┏━━

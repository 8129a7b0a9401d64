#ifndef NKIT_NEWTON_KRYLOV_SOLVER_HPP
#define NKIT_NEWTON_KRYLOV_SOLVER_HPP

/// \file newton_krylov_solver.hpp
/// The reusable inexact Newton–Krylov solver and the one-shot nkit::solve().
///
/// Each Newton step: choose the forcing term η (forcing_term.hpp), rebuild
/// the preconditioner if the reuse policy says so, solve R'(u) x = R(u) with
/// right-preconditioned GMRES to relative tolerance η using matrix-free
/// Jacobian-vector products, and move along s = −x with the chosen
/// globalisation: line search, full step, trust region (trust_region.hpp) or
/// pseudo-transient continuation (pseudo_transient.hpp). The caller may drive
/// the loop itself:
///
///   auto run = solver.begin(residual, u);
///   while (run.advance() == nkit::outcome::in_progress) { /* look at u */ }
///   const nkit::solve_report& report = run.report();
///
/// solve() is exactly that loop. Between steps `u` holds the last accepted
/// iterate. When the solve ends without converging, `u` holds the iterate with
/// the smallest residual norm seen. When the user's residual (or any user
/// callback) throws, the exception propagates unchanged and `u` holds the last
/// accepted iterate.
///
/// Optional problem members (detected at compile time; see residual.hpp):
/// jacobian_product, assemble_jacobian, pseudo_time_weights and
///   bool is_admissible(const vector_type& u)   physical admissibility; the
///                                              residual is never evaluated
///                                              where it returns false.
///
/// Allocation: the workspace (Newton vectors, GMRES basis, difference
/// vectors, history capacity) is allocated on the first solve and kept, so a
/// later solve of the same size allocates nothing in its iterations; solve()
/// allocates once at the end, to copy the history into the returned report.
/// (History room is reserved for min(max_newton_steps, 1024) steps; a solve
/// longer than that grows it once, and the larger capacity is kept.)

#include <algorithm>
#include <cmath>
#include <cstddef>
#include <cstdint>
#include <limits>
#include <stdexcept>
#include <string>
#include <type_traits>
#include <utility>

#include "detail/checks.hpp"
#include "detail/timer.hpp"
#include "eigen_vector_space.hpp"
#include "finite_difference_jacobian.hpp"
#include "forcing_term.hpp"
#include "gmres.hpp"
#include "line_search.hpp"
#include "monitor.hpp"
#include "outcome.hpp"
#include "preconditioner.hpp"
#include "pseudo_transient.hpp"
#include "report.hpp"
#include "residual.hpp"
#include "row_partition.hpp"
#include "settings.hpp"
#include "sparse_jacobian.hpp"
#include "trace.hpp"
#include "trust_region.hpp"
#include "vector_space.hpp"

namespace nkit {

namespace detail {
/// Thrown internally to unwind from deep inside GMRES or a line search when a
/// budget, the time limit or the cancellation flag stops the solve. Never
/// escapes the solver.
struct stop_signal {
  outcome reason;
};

┗━━
┏━━

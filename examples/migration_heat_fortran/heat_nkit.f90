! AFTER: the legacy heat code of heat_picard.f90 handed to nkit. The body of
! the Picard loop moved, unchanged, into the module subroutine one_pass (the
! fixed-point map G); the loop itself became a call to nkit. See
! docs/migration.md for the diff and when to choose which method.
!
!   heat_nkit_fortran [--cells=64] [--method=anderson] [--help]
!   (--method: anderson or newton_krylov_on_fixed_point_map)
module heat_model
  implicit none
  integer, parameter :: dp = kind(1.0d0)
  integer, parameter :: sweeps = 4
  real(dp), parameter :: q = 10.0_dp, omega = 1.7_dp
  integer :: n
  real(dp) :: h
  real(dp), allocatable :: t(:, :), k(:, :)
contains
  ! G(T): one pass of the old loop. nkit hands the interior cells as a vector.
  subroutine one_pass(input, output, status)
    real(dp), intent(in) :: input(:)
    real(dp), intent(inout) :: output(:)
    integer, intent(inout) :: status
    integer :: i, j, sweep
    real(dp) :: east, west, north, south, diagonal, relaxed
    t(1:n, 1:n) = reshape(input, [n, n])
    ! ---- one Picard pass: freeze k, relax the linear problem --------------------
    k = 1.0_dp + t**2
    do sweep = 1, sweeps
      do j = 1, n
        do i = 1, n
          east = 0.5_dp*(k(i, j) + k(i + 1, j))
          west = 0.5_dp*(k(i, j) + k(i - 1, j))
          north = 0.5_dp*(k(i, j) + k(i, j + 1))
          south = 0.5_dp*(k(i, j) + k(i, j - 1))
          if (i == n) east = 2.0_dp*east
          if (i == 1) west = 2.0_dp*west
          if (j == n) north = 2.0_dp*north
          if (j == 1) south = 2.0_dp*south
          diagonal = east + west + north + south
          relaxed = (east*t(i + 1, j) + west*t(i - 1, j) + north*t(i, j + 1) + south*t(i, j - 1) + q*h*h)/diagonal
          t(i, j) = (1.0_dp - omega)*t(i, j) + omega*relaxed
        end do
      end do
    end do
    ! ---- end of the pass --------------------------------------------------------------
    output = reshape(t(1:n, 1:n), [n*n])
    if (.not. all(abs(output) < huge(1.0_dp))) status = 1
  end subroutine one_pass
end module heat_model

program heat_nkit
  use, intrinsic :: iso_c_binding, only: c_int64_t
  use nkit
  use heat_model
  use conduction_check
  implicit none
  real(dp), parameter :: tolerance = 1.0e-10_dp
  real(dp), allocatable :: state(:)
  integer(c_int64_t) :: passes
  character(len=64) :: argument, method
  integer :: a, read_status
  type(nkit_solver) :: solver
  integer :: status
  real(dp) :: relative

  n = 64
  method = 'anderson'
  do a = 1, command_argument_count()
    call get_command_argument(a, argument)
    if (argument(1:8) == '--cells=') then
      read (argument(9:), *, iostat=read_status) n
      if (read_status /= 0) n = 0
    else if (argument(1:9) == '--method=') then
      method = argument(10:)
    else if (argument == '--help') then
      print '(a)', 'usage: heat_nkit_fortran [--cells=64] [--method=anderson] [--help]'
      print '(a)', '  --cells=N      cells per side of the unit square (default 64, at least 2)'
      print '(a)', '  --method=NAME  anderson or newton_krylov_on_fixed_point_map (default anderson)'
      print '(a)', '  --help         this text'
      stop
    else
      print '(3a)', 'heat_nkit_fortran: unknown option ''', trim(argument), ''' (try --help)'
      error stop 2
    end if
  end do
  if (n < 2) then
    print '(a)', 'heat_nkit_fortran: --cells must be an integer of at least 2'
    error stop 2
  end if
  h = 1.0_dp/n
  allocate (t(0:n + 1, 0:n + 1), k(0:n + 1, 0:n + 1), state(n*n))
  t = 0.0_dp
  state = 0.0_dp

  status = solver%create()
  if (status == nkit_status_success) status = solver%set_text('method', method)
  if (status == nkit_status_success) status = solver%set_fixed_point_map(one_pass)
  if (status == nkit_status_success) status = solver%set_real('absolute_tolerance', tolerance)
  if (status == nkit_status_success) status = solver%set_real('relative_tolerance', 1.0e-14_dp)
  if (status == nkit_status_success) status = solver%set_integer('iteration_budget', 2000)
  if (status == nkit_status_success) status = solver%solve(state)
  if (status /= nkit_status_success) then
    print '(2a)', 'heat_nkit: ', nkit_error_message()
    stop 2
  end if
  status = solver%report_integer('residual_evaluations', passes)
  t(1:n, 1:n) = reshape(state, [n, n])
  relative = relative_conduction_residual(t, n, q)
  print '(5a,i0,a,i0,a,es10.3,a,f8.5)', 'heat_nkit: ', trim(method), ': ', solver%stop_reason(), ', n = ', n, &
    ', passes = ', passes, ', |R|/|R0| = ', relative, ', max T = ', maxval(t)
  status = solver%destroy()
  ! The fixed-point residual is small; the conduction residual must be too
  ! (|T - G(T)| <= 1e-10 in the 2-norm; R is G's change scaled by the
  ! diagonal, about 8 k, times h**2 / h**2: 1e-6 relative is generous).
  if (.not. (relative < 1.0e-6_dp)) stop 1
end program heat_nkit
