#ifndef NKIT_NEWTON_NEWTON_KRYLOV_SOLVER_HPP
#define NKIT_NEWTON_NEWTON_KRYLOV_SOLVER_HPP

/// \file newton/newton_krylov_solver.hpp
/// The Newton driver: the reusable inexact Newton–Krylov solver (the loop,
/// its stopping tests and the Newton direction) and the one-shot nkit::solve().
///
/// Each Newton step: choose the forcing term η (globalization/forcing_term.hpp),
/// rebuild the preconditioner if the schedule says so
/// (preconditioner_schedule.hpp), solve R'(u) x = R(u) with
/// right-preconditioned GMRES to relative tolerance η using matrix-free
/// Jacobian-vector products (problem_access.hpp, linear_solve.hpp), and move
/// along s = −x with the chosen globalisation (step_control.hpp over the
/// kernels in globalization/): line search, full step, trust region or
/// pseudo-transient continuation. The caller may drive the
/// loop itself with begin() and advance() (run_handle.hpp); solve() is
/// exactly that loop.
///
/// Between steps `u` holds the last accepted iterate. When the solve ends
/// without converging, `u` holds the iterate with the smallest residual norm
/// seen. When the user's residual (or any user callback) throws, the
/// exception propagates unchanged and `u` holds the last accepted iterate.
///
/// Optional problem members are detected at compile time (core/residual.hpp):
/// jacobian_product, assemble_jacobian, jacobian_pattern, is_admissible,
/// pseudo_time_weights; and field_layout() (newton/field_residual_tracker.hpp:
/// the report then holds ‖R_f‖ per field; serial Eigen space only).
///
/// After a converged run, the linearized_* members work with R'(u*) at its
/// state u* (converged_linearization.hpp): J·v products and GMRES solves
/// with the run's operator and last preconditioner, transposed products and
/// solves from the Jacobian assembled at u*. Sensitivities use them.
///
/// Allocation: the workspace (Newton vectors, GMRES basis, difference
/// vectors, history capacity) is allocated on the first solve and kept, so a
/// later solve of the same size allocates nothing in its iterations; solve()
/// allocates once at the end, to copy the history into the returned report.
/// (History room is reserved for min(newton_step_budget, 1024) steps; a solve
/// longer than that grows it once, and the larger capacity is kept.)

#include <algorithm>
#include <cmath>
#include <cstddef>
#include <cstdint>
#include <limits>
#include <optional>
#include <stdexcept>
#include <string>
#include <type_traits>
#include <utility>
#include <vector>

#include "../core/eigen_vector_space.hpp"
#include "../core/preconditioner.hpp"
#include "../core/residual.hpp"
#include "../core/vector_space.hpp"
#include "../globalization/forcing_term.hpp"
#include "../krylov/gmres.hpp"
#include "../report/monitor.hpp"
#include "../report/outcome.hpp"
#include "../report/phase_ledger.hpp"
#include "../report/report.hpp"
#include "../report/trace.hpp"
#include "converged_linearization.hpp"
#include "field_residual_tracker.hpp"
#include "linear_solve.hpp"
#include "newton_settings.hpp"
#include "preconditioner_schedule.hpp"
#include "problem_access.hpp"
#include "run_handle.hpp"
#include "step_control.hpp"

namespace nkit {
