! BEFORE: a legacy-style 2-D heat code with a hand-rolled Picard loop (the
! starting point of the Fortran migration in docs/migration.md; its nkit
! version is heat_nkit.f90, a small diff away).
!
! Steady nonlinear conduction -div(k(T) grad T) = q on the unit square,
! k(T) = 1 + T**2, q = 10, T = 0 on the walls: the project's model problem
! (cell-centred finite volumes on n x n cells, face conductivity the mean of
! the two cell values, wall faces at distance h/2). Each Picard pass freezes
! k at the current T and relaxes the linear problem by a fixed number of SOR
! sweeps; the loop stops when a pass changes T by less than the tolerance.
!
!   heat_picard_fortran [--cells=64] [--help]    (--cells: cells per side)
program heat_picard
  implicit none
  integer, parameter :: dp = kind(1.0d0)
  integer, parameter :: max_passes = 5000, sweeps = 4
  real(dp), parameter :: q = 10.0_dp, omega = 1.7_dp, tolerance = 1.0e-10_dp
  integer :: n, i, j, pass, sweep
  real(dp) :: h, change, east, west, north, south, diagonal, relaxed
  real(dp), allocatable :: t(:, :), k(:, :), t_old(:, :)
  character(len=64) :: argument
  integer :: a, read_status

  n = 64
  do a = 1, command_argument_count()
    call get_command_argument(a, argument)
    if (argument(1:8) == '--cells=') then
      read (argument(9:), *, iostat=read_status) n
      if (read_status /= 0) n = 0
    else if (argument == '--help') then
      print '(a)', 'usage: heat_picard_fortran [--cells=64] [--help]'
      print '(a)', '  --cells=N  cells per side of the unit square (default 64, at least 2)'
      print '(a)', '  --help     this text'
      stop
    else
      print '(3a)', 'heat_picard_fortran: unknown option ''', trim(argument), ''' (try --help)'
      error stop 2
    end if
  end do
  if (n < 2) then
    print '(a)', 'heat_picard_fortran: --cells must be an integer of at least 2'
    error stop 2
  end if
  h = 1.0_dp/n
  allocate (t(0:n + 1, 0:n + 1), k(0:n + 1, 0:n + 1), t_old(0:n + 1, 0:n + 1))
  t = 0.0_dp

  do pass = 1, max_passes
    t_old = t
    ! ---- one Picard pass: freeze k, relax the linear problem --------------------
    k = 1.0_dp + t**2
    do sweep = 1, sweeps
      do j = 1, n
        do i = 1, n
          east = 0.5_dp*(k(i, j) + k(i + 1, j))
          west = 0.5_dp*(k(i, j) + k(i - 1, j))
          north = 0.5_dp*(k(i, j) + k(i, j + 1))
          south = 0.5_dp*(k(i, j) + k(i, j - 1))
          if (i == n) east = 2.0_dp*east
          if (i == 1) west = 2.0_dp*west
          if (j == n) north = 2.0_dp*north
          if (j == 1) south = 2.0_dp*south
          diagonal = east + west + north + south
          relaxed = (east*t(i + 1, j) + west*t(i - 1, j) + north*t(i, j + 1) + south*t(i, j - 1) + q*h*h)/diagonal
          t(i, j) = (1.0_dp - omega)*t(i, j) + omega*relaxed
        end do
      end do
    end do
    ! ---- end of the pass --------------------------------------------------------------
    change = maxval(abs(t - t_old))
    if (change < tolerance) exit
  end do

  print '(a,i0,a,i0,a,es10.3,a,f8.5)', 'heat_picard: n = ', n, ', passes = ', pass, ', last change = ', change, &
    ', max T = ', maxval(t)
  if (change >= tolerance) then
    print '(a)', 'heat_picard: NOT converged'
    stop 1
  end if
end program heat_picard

┗━━
┏━━

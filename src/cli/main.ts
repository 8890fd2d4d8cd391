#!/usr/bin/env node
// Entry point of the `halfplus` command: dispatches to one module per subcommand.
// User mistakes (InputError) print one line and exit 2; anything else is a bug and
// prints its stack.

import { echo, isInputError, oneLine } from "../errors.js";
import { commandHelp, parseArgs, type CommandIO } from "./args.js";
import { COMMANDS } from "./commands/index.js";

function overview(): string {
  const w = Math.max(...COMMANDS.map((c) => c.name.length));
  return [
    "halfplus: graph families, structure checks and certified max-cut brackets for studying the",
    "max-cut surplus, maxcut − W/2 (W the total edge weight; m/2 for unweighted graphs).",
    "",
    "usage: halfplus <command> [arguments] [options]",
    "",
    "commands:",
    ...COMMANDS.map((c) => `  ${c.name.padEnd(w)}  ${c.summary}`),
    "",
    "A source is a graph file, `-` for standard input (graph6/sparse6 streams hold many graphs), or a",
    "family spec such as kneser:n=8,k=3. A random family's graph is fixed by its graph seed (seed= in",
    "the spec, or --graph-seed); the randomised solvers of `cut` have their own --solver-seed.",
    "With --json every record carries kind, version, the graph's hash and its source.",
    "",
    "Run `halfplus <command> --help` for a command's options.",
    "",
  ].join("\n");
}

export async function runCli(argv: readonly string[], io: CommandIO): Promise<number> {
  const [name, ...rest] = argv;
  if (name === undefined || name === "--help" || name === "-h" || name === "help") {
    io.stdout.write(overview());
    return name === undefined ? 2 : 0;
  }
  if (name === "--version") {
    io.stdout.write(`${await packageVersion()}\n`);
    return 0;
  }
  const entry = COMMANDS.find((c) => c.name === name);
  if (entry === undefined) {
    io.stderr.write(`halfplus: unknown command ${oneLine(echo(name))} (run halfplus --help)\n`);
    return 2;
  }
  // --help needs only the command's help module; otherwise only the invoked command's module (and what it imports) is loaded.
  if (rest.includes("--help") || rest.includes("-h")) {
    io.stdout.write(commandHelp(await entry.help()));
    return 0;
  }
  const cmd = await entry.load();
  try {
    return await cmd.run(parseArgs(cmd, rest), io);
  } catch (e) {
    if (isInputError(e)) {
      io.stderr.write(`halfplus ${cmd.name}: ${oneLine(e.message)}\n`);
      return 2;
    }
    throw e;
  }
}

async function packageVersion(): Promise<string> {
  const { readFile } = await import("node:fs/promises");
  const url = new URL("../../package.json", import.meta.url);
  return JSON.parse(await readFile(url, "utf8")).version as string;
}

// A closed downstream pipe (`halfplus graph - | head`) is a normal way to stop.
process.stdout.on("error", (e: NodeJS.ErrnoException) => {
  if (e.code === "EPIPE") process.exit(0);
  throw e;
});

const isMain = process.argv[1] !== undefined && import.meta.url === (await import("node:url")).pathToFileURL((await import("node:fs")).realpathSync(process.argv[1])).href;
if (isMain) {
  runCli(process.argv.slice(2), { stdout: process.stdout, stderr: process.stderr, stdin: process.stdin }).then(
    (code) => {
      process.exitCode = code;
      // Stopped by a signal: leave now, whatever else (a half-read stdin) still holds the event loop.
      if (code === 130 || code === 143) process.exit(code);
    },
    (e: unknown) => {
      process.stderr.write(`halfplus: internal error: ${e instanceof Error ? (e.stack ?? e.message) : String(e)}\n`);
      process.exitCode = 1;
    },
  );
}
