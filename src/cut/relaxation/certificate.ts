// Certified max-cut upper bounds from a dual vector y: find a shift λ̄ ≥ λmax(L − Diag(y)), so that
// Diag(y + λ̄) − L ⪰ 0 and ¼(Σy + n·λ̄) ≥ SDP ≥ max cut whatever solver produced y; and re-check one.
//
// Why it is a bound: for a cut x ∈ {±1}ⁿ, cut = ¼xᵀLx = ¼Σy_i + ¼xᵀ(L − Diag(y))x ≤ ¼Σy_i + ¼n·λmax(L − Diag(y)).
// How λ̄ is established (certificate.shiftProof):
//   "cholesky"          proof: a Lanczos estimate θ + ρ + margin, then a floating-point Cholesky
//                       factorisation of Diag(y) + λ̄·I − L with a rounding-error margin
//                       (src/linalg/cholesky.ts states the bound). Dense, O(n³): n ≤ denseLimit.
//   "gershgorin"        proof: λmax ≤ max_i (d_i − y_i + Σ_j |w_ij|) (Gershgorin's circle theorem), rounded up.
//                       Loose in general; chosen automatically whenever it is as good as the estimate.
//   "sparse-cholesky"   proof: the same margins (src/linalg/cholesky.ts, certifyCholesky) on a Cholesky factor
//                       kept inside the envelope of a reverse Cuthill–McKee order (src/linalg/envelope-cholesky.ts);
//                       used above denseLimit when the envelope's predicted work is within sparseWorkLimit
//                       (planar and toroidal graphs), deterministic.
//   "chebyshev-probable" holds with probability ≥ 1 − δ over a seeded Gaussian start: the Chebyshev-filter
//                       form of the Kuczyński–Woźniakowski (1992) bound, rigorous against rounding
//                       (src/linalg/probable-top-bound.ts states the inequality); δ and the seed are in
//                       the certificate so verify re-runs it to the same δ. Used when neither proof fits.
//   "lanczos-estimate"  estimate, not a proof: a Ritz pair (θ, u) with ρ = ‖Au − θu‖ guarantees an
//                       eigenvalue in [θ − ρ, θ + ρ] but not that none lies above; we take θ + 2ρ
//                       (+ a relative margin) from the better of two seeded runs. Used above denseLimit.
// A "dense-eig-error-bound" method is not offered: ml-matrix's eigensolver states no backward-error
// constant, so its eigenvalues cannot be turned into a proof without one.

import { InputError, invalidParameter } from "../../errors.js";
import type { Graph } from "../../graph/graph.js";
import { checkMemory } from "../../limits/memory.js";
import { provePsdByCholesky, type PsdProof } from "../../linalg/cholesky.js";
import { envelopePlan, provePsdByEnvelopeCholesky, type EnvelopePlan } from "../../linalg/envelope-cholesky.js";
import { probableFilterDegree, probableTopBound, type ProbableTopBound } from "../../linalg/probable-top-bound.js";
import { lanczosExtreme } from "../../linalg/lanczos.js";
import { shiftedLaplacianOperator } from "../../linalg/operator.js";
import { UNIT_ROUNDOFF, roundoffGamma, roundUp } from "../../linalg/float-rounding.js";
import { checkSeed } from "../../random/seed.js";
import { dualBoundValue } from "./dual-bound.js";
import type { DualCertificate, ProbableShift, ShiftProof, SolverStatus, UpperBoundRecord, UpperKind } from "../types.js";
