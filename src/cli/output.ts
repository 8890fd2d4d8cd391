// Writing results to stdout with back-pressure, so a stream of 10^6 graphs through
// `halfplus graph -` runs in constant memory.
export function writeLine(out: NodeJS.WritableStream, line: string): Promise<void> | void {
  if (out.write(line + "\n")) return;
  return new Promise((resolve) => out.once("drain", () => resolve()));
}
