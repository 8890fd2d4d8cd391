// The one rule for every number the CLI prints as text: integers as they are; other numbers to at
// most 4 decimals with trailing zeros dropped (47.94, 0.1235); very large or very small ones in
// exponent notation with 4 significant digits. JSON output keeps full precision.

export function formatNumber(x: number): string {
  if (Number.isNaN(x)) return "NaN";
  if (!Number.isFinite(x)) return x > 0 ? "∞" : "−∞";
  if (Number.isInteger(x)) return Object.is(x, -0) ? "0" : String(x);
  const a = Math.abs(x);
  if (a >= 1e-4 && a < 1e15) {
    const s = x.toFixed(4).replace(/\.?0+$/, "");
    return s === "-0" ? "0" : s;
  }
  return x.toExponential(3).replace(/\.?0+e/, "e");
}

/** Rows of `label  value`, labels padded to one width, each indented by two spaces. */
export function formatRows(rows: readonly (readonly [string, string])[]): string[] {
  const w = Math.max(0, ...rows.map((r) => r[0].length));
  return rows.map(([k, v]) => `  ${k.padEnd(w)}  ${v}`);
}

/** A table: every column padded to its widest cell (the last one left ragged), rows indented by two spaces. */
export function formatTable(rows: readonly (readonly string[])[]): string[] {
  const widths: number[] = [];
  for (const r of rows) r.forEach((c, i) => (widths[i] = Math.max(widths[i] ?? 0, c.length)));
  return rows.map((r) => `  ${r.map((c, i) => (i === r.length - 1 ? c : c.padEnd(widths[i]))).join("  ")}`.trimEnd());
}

┗━━

WORK ITEM »
Give an exact copy of the lines above from the line with "newton_krylov_on_fixed_point_map (default anderson)'" up to and including the line with "scaled by the", and leave everything else out.

COMPLETED TASK »
      print '(a)', '  --method=NAME  anderson or newton_krylov_on_fixed_point_map (default anderson)'
      print '(a)', '  --help         this text'
      stop
    else
      print '(3a)', 'heat_nkit_fortran: unknown option ''', trim(argument), ''' (try --help)'
      error stop 2
    end if
  end do
  if (n < 2) then
    print '(a)', 'heat_nkit_fortran: --cells must be an integer of at least 2'
    error stop 2
  end if
  h = 1.0_dp/n
  allocate (t(0:n + 1, 0:n + 1), k(0:n + 1, 0:n + 1), state(n*n))
  t = 0.0_dp
  state = 0.0_dp

  status = solver%create()
  if (status == nkit_status_success) status = solver%set_text('method', method)
  if (status == nkit_status_success) status = solver%set_fixed_point_map(one_pass)
  if (status == nkit_status_success) status = solver%set_real('absolute_tolerance', tolerance)
  if (status == nkit_status_success) status = solver%set_real('relative_tolerance', 1.0e-14_dp)
  if (status == nkit_status_success) status = solver%set_integer('iteration_budget', 2000)
  if (status == nkit_status_success) status = solver%solve(state)
  if (status /= nkit_status_success) then
    print '(2a)', 'heat_nkit: ', nkit_error_message()
    stop 2
  end if
  status = solver%report_integer('residual_evaluations', passes)
  t(1:n, 1:n) = reshape(state, [n, n])
  relative = relative_conduction_residual(t, n, q)
  print '(5a,i0,a,i0,a,es10.3,a,f8.5)', 'heat_nkit: ', trim(method), ': ', solver%stop_reason(), ', n = ', n, &
    ', passes = ', passes, ', |R|/|R0| = ', relative, ', max T = ', maxval(t)
  status = solver%destroy()
  ! The fixed-point residual is small; the conduction residual must be too
  ! (|T - G(T)| <= 1e-10 in the 2-norm; R is G's change scaled by the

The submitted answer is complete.